# Wreck-It Ralph



## Grimfang (Jun 9, 2012)

[video=youtube;JPSQOomMWro]http://www.youtube.com/watch?v=JPSQOomMWro[/video]

Yeah, Disney stuff is rarely exciting to me, but the further I watched into this trailer, the more ridiculous it seemed. I don't know if it'll be ridiculously bad or awesome, some really expensive fan-service, or what.. but I think I'm actually looking forward to a Disney film. It's pretty far beyond any kind of expectation I'd have from Disney, and I hope they make this film work (and not go the way of John Carter).

I feel like some of the character cameos might even go over my head. I mean, I can't put a name/game to some of them. But is that fucking Neff from Altered Beast?

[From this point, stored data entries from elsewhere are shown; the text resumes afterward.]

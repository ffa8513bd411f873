"""How much a level moved, in words: a share for falls and small rises, so many times for large ones. Pure."""

import math

from detectors.posterior import Quantiles
from service.tell.rounding import NOTHING, SHARE_OF_WIDTH, Between, rounded

SMALLEST_SHARE = 0.01
TIMES_FROM = 2.0


def effect_words(before: Quantiles, after: Quantiles) -> str:
    """Such as "fell by about 40 %" or "rose to about 90 times what it was"."""
    if not _usable(before) or not _usable(after):
        return "moved"
    if before.mid < NOTHING or after.mid < NOTHING:
        return _from_or_to_nothing(before.mid, after.mid)
    ratio = after.mid / before.mid
    if abs(ratio - 1) < SMALLEST_SHARE:
        return "moved by less than 1 %"
    if ratio >= TIMES_FROM:
        return f"rose to about {rounded(_times(before, after))} times what it was"
    if ratio < SMALLEST_SHARE:
        return "fell by more than 99 %"
    return f"{'fell' if ratio < 1 else 'rose'} by about {rounded(_percent(before, after))} %"


def levels_words(before: Quantiles, after: Quantiles) -> str:
    """Such as "from about 1,050 to about 640"; the two never read alike unless they are."""
    difference = abs(after.mid - before.mid)
    finest = difference if math.isfinite(difference) and difference > 0 else math.inf
    return f"from {_level(before, finest)} to {_level(after, finest)}"


def _from_or_to_nothing(before: float, after: float) -> str:
    if before < NOTHING and after < NOTHING:
        return "moved"
    return "rose from nothing" if before < NOTHING else "fell to nothing"


def _level(level: Quantiles, finest: float) -> str:
    words = rounded(Between(level.mid, level.low, level.high), finest=finest)
    return words if words in ("0", "unknown") else f"about {words}"


def _times(before: Quantiles, after: Quantiles) -> Between:
    ratio = after.mid / before.mid
    spread = _spread(before, after)
    return Between(ratio, ratio / spread, ratio * spread)


def _percent(before: Quantiles, after: Quantiles) -> Between:
    times = _times(before, after)
    width = 100 * (times.high - times.low)
    value = 100 * abs(times.value - 1)
    # Near 100 % what is left counts: a fall that leaves something never reads as one that leaves nothing.
    left = 100 - value if times.value < 1 else value
    shown = max(min(width, left / SHARE_OF_WIDTH), 1 / SHARE_OF_WIDTH)
    return Between(value, value - shown / 2, value + shown / 2)


def _spread(before: Quantiles, after: Quantiles) -> float:
    """The factor by which the ratio of the levels may be off either way, the two taken as independent."""
    halves = [_half_log_width(level) for level in (before, after)]
    return math.exp(min(math.hypot(*halves), 50.0))


def _half_log_width(level: Quantiles) -> float:
    return (math.log(level.high) - math.log(level.low)) / 2 if 0 < level.low < level.high < math.inf else 0.0


def _usable(level: Quantiles) -> bool:
    return math.isfinite(level.mid) and level.mid >= 0
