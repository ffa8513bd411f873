"""Published series, replayed by the command as a stranger would, tell their known story.

The model here is not that of the publications: levels jump by a heavy-tailed factor, the dispersion is
unknown and counts arrive one at a time. What must agree is the date, which the counts themselves decide.
"""

import json
from pathlib import Path
from typing import Any

import pytest

from service.cli.main import run_command

VECTORS = Path(__file__).parents[2] / "vectors"


def _replay(capsys: pytest.CaptureFixture[str], name: str, *options: str) -> dict[str, Any]:
    assert run_command(["replay", str(VECTORS / name), "--json", *options]) == 0
    answer: dict[str, Any] = json.loads(capsys.readouterr().out)
    return answer


def test_the_nile_fell_after_1898(capsys: pytest.CaptureFixture[str]) -> None:
    # Annual flow at Aswan 1871-1970. Cobb, The problem of the Nile, Biometrika 65 (1978) 243-251: a change
    # near 1898, so 1899 is the first year at the new level. Means before and after by least squares, with R
    # strucchange 1.5-3, breakpoints(Nile ~ 1): 1097.75 and 849.97; 95 % interval of the date 1895 to 1902.
    answer = _replay(capsys, "nile.csv", "--wander", "0")
    assert answer["interval"] == "year"
    (alert,) = answer["alerts"]
    assert answer["observations"][alert["start_index"]]["at"] == "1899-01-01"
    assert alert["level_before"][1] == pytest.approx(1097.75, rel=0.05)
    assert alert["level_after"][1] == pytest.approx(849.97, rel=0.1)


def test_fewer_drivers_died_from_the_month_of_the_law_on(capsys: pytest.CaptureFixture[str]) -> None:
    # Car drivers killed in Great Britain, monthly, here from 1975-01. Harvey and Durbin, JRSS A 149 (1986)
    # 187-227: seat belts became compulsory on 31 January 1983, so February is the first month under the law.
    answer = _replay(capsys, "uk_drivers_killed.csv", "--wander", "0")
    assert answer["interval"] == "month"
    (alert,) = answer["alerts"]
    assert answer["observations"][alert["start_index"]]["at"] == "1983-02-01"


def test_the_plain_answer_tells_it_first(capsys: pytest.CaptureFixture[str]) -> None:
    assert run_command(["replay", str(VECTORS / "nile.csv"), "--wander", "0"]) == 0
    lines = capsys.readouterr().out.splitlines()
    assert lines[0] == "100 counts, one per year: 1 alert."
    assert "fell" in lines[1]
    assert "1899-01-01" in lines[1]
    assert any(set(line) & set("▁█") for line in lines[2:6])
    assert len(lines) > 100
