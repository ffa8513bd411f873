"""Whatever stands in a file, it is taken or gets faults in words."""

import copy
import tomllib
from collections.abc import Iterator
from pathlib import Path
from typing import Any

from hypothesis import given, settings
from hypothesis import strategies as st

from config.errors import Fault, SettingsFaults
from config.loading import settings_of
from config.settings import Settings

WHOLE = tomllib.loads("""
[service]
database = "counts.sqlite"
zone = "UTC"
good_rounds_address = { env = "A" }
[judgement]
window = 40
[model]
wanders = [[0.1, 1], [0.2, 1]]
dispersions = [1, "poisson"]
[[source]]
name = "plays"
kind = "json"
address = "https://counts.example/"
headers = { Authorization = { env = "A" }, Accept = "text/csv" }
rows = "$[*]"
paging = { next = "$.next" }
leave_out = ["Trailers"]
fields = { at = "$.day", count = "$.plays", split = "$.show", release = "$.id" }
streams = { shape = "release", final = "7d", slate = "S", model = { mean_gap = 9 } }
stream = { "Evening Walks" = { title = "Walks", judgement = { lasting = 4 } } }
[[source]]
name = "letters"
kind = "sql"
address = "sqlite:///letters.sqlite"
query = "select 1"
fields = { at = "day", count = "opens" }
streams = { shape = "calendar", interval = "14 days", absent = "zero", anchor = 2026-03-02 }
[[source]]
name = "table"
kind = "csv"
path = "counts.csv"
fields = { at = "day", count = "opens" }
streams = { shape = "calendar", interval = "day", absent = "zero" }
[[outlet]]
name = "desk"
kind = "webhook"
address = { env = "A" }
secret = { env = "S" }
slates = ["S"]
""")
HIDDEN = "hunter2hunter2"
ENVIRON = {"A": f"https://desk.example/{HIDDEN}", "S": "whsec_" + "h2" * 20}
SECRET_PLACES = {"good_rounds_address", "Authorization", "address", "secret"}


def places(value: Any, loc: tuple[Any, ...] = ()) -> Iterator[tuple[Any, ...]]:
    """Every place of a parsed file."""
    members = (
        value.items() if isinstance(value, dict) else enumerate(value) if isinstance(value, list) else ()
    )
    for key, member in members:
        yield (*loc, key)
        yield from places(member, (*loc, key))


def changed(loc: tuple[Any, ...], value: Any) -> dict[str, Any]:
    """The whole file with another value at one place."""
    raw = copy.deepcopy(WHOLE)
    within: Any = raw
    for key in loc[:-1]:
        within = within[key]
    within[loc[-1]] = value
    return raw


def outcome(raw: dict[str, Any]) -> Settings | tuple[Fault, ...]:
    """The settings, or the faults."""
    try:
        return settings_of(raw, Path("k.toml"), ENVIRON)
    except SettingsFaults as error:
        return error.faults


scalars = st.one_of(
    st.integers(-(2**63), 2**63 - 1),
    st.floats(),
    st.booleans(),
    st.text(max_size=30),
    st.sampled_from(["hour", "json", "{split}", "{", "$.a", "1h", "", "\0", "\0json", "[key]", "env"]),
    st.dates(),
    st.datetimes(),
    st.times(),
)
keys = st.one_of(
    st.text(max_size=8), st.sampled_from(["env", "file", "kind", "shape", "next", "name", "\0json"])
)
values = st.recursive(
    scalars,
    lambda inner: st.lists(inner, max_size=3) | st.dictionaries(keys, inner, max_size=3),
    max_leaves=6,
)


def test_the_whole_file_loads() -> None:
    assert len(settings_of(WHOLE, Path("k.toml"), ENVIRON).sources) == 3


@settings(max_examples=600, deadline=None)
@given(st.sampled_from(sorted(places(WHOLE), key=repr)), values)
def test_any_value_anywhere_is_taken_or_gets_faults(loc: tuple[Any, ...], value: Any) -> None:
    found = outcome(changed(loc, value))
    assert HIDDEN not in repr(found)
    if isinstance(found, tuple):
        assert found
        assert all(fault.key and fault.got and fault.needed and "\n" not in str(fault) for fault in found)


def test_a_text_in_any_secret_place_is_never_repeated() -> None:
    for loc in places(WHOLE):
        if loc[-1] in SECRET_PLACES and not (loc[0] == "source" and loc[-1] == "address"):
            for value in (
                HIDDEN,
                [HIDDEN],
                {"env": HIDDEN + "!"},
                {"value": HIDDEN},
                {HIDDEN: {"a": HIDDEN}},
            ):
                found = outcome(changed(loc, value))
                assert isinstance(found, tuple), loc
                assert HIDDEN not in repr(found)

That'd be pretty awesome.

So yeah.. I don't know much yet, but this is going on my to-see list.


----------



## LizardKing (Jun 9, 2012)

I expect most of the licensed characters will all but vanish after the first half an hour or so (and maybe reappear in the last 10 minutes), but I'd probably watch it just for that anyway.


----------



## Imperial Impact (Jun 9, 2012)

M.Bison's cape looks off.


----------



## Grimfang (Jun 9, 2012)

LizardKing said:


> I expect most of the licensed characters will all but vanish after the first half an hour or so (and maybe reappear in the last 10 minutes), but I'd probably watch it just for that anyway.



I wouldn't be surprised if that ends up happening.. hopefully not.



Imperial Impact said:


> M.Bison's cape looks off.



I've never played much SF, so I wouldn't know. Google image search does not help at all.. unless it's a bunch of random styles and colors that I'm looking for.


----------



## Imperial Impact (Jun 9, 2012)

Grimfang said:


> I've never played much SF, so I wouldn't know. Google image search does not help at all.. unless it's a bunch of random styles and colors that I'm looking for.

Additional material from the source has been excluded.